• **Exercise inputs**
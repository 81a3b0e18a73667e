"""Features of one segment: found, fitted, and looked for again in what the fit left."""

from __future__ import annotations

from dataclasses import dataclass, replace

import numpy as np

from .complexes import with_compounds
from .detect import find_extrema, run_filters
from .gauss import FWHM_PER_SIGMA
from .groups import BROAD, Fitted, backgrounds, fit_features, group_features
from .guess import first_guess
from .narrow import SHARE as NARROW
from .narrow import narrow_extrema
from .relevel import relevelled
from .strong import with_strong_lines
from .table import WING, fitted_table
from .unlined import without_lines
from .veil import owners, running_min

MISFIT = 0.12  # residuals below this share of a neighbour's depth may be its own misfit
RELEVEL = 3  # times at most that the continuum is set again
BESIDE = 1.5  # line widths within which features are members of one blend
THIN = 0.6  # line widths: narrower than the star's own lines can be
SLIVER, CONTRAST = 0.3, 8.0  # a thin line: of the deepest member's depth; errors of depth
EQUAL = 0.5  # a member of a close pair: of the deepest member's depth
SHARP = 1.3e-4  # of the wavelength (40 km/s): broader lines are blends of unknown number
LEAST_DEPTH = 3.0  # sigmas of depth below which a feature found in residuals is dropped


@dataclass(frozen=True, eq=False)
class Found:
    """Features before and after their fit: sample index, sign, significance, first and
    last+1 sample of the stretch, source of a veil or not, found in residuals or not,
    start parameters; m rows."""

    index: np.ndarray
    sign: np.ndarray
    significance: np.ndarray
    limits: np.ndarray
    own: np.ndarray
    late: np.ndarray
    start: np.ndarray

    def take(self, which) -> Found:
        return Found(*(getattr(self, n)[which] for n in self.__dataclass_fields__))

    def joined(self, other: Found) -> Found:
        both = Found(*(
            np.concatenate([getattr(self, n), getattr(other, n)])
            for n in self.__dataclass_fields__
        ))
        return both.take(np.argsort(both.start[:, 1], kind="stable"))


def filter_runs(ready):
    """Filter outputs of each stretch of a prepared segment."""
    t = ready.trace
    return [
        run_filters(t.y[r], t.noise[r], t.good[r], ready.fwhm_pixels[r], t.correlation,
                    t.level_err[r])
        for r in ready.runs
    ]


def segment_features(ready, filtered, threshold: float, segment: int, tick=lambda: None):
    """(all features of one segment as a table, the segment under its final continuum)."""
    clear = without_lines(ready, filtered) if ready.moves else None
    if clear is not None:
        ready, filtered = clear, filter_runs(clear)
        tick()
    found = _first(ready, filtered, threshold)
    tick()
    fitted = _fit(ready, found)
    worthy = _worthy(ready.trace, found, fitted)
    if not worthy.all():
        found = found.take(worthy)
        fitted = _fit(ready, found)
    for _ in range(RELEVEL if ready.moves else 0):
        tick()
        better = relevelled(ready, found, fitted)
        if better is None:
            break
        ready = better
        found = replace(found, start=_signed(fitted.params, found.sign))
        fitted = _fit(ready, found)
    tick()
    more = _second(ready, filtered, threshold, found, fitted)
    tick()
    if len(more.index):
        found = replace(found, start=_signed(fitted.params, found.sign)).joined(more)
        fitted = _fit(ready, found)
    keep = _trusted(ready.trace, found, fitted)
    table = fitted_table(ready.trace, ready.nodes, found.take(keep), fitted.take(keep), segment)
    return with_compounds(with_strong_lines(table, ready, tick), ready, tick), ready


def _collect(ready, outputs, threshold):
    index, sign, significance, limits = [], [], [], []
    for r, f in zip(ready.runs, outputs, strict=True):
        i, s, strength = find_extrema(f, ready.trace.good[r], threshold)
        index.append(i + r.start)
        sign.append(s)
        significance.append(strength)
        limits.append(np.tile([r.start, r.stop], (len(i), 1)))
    return (np.concatenate(index), np.concatenate(sign), np.concatenate(significance),
            np.concatenate(limits).reshape(-1, 2))


def _first(ready, filtered, threshold) -> Found:
    t = ready.trace
    index, sign, significance, limits = _collect(ready, filtered, threshold)
    own = np.zeros(len(index), dtype=bool)
    for s in (1, -1):
        which = sign == s
        own[which] = owners(index[which], s * t.y[index[which]], np.maximum(s * t.veil, 0.0))
    start = first_guess(t, index, sign, own, _smooth(ready))
    late = np.zeros(len(index), dtype=bool)
    found = Found(index, sign, significance, limits, own, late, start)
    return found.joined(_narrow(ready, filtered, threshold, found))


def _narrow(ready, filtered, threshold, found) -> Found:
    """Features that only the narrower filter tells apart."""
    t, parts = ready.trace, []
    for r, f in zip(ready.runs, filtered, strict=True):
        inside = (found.index >= r.start) & (found.index < r.stop)
        taken = found.index[inside] - r.start, found.sign[inside]
        table = narrow_extrema(t, r, f, threshold, taken)
        limits = np.tile([r.start, r.stop], (len(table), 1))
        parts.append(np.c_[table[:, 0] + r.start, table[:, 1:], limits])
    table = np.concatenate(parts)
    index, sign = table[:, 0].astype(int), table[:, 1].astype(int)
    none = np.zeros(len(index), dtype=bool)
    width = NARROW * t.width[index]
    veil = sign * np.maximum(sign * t.veil[index], 0.0)
    start = np.c_[0.5 * (t.y[index] - veil), t.wave[index], np.log(width / FWHM_PER_SIGMA)]
    return Found(index, sign, table[:, 2], table[:, 3:].astype(int), none, ~none, start)


def _smooth(ready) -> int:
    return max(1, int(np.round(0.3 * np.median(ready.fwhm_pixels))))


def _fit(ready, found: Found) -> Fitted:
    fwhm = FWHM_PER_SIGMA * np.exp(found.start[:, 2])
    t = ready.trace
    at = np.clip(np.searchsorted(t.wave, found.start[:, 1]), 0, len(t.wave) - 1)
    alone = found.own & (fwhm > BROAD * t.width[at])
    fwhm = np.maximum(fwhm, t.width[at])
    group = group_features(found.start[:, 1], fwhm, found.limits[:, 0], alone)
    return fit_features(t, found.start, found.limits, group, found.own, ready.tick)


def _second(ready, filtered, threshold, found, fitted) -> Found:
    """Features in the residuals that neither misfit nor the raw spectrum speaks against."""
    t = ready.trace
    _, model = backgrounds(t, fitted.params, found.own)
    residual = t.y - model
    outputs = [
        run_filters(residual[r], t.noise[r], t.good[r], ready.fwhm_pixels[r], t.correlation,
                    t.level_err[r])
        for r in ready.runs
    ]
    index, sign, significance, limits = _collect(ready, outputs, threshold)
    height = np.empty(len(t.y))
    raw = np.empty(len(t.y))
    nearby = np.empty(len(t.y))
    for r, f, before in zip(ready.runs, outputs, filtered, strict=True):
        height[r], raw[r] = f.tame, before.level
        reach = 2 * int(1.2 * np.median(f.fwhm)) + 1
        nearby[r] = -running_min(-np.abs(model[r]), reach)
    solid = (sign * height[index] > MISFIT * nearby[index]) & (sign * raw[index] >= threshold)
    solid &= _away(found, fitted, t.wave[index], sign, 0.5 * t.width[index])
    index, sign = index[solid], sign[solid]
    start = np.c_[height[index], t.wave[index], np.log(t.width[index] / FWHM_PER_SIGMA)]
    return Found(index, sign, significance[solid], limits[solid],
                 np.zeros(len(index), dtype=bool), np.ones(len(index), dtype=bool), start)


def _away(found, fitted, wave, sign, least) -> np.ndarray:
    """True where no feature of the same sign is nearer than ``least`` Angstrom."""
    out = np.ones(len(wave), dtype=bool)
    for s in (1, -1):
        there = np.sort(fitted.params[found.sign == s, 1])
        which = sign == s
        if not len(there) or not which.any():
            continue
        right = np.clip(np.searchsorted(there, wave[which]), 1, len(there) - 1)
        near = np.minimum(
            np.abs(there[np.minimum(right, len(there) - 1)] - wave[which]),
            np.abs(there[right - 1] - wave[which]),
        )
        out[which] = near >= least[which]
    return out


def _worthy(trace, found, fitted) -> np.ndarray:
    """False for finds of the narrow filter that are slivers of the blend they stand in.

    A rotating star's blends are no sums of Gaussians: what is left of them looks narrow,
    but is shallow beside the members of the blend; an interstellar line is not.
    """
    depth, place = np.abs(fitted.params[:, 0]), fitted.params[:, 1]
    width = np.interp(place, trace.wave, trace.width)
    deepest = np.zeros(len(depth))
    for step in (-3, -2, -1, 1, 2, 3):
        near = np.roll(place, step)
        beside = np.abs(near - place) < BESIDE * width
        beside &= np.roll(found.sign, step) == found.sign
        deepest = np.maximum(deepest, np.where(beside, np.roll(depth, step), 0.0))
    own_width = FWHM_PER_SIGMA * np.exp(fitted.params[:, 2]) / width
    contrast = np.where(width < SHARP * place, 1.0, 2.0)
    thin = own_width < THIN / contrast**0.5
    sure = (depth > contrast * CONTRAST * fitted.errors[:, 0]) & ~fitted.trouble
    pair = (own_width >= THIN) & (depth > EQUAL * deepest) & (width < SHARP * place)
    line = thin & sure & (depth > contrast * SLIVER * deepest) | pair
    return ~found.late | line


def _trusted(trace, found, fitted) -> np.ndarray:
    """All but the residual finds whose fitted depth is within its error, and the fits that
    failed and left nothing beyond the broad wing they stand on."""
    weak = np.abs(fitted.params[:, 0]) < LEAST_DEPTH * fitted.errors[:, 0]
    wing = np.abs(np.interp(fitted.params[:, 1], trace.wave, trace.veil)) > WING
    empty = ~found.own & wing & weak & fitted.trouble
    return np.flatnonzero(~(empty | found.late & (weak | fitted.trouble)))


def _signed(params, sign) -> np.ndarray:
    """Parameters to start from, none of height zero, which would lose the sign."""
    out = params.copy()
    out[:, 0] = sign * np.maximum(np.abs(params[:, 0]), 1e-9)
    return out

• **Your objective**
Nothing should appear in the answer except the lines above from the line with "from __future__ import annotations" through the line with "from .groups import", both included, written out exactly.

• **Exercise response**
from __future__ import annotations

from dataclasses import dataclass, replace

import numpy as np

from .complexes import with_compounds
from .detect import find_extrema, run_filters
from .gauss import FWHM_PER_SIGMA
from .groups import BROAD, Fitted, backgrounds, fit_features, group_features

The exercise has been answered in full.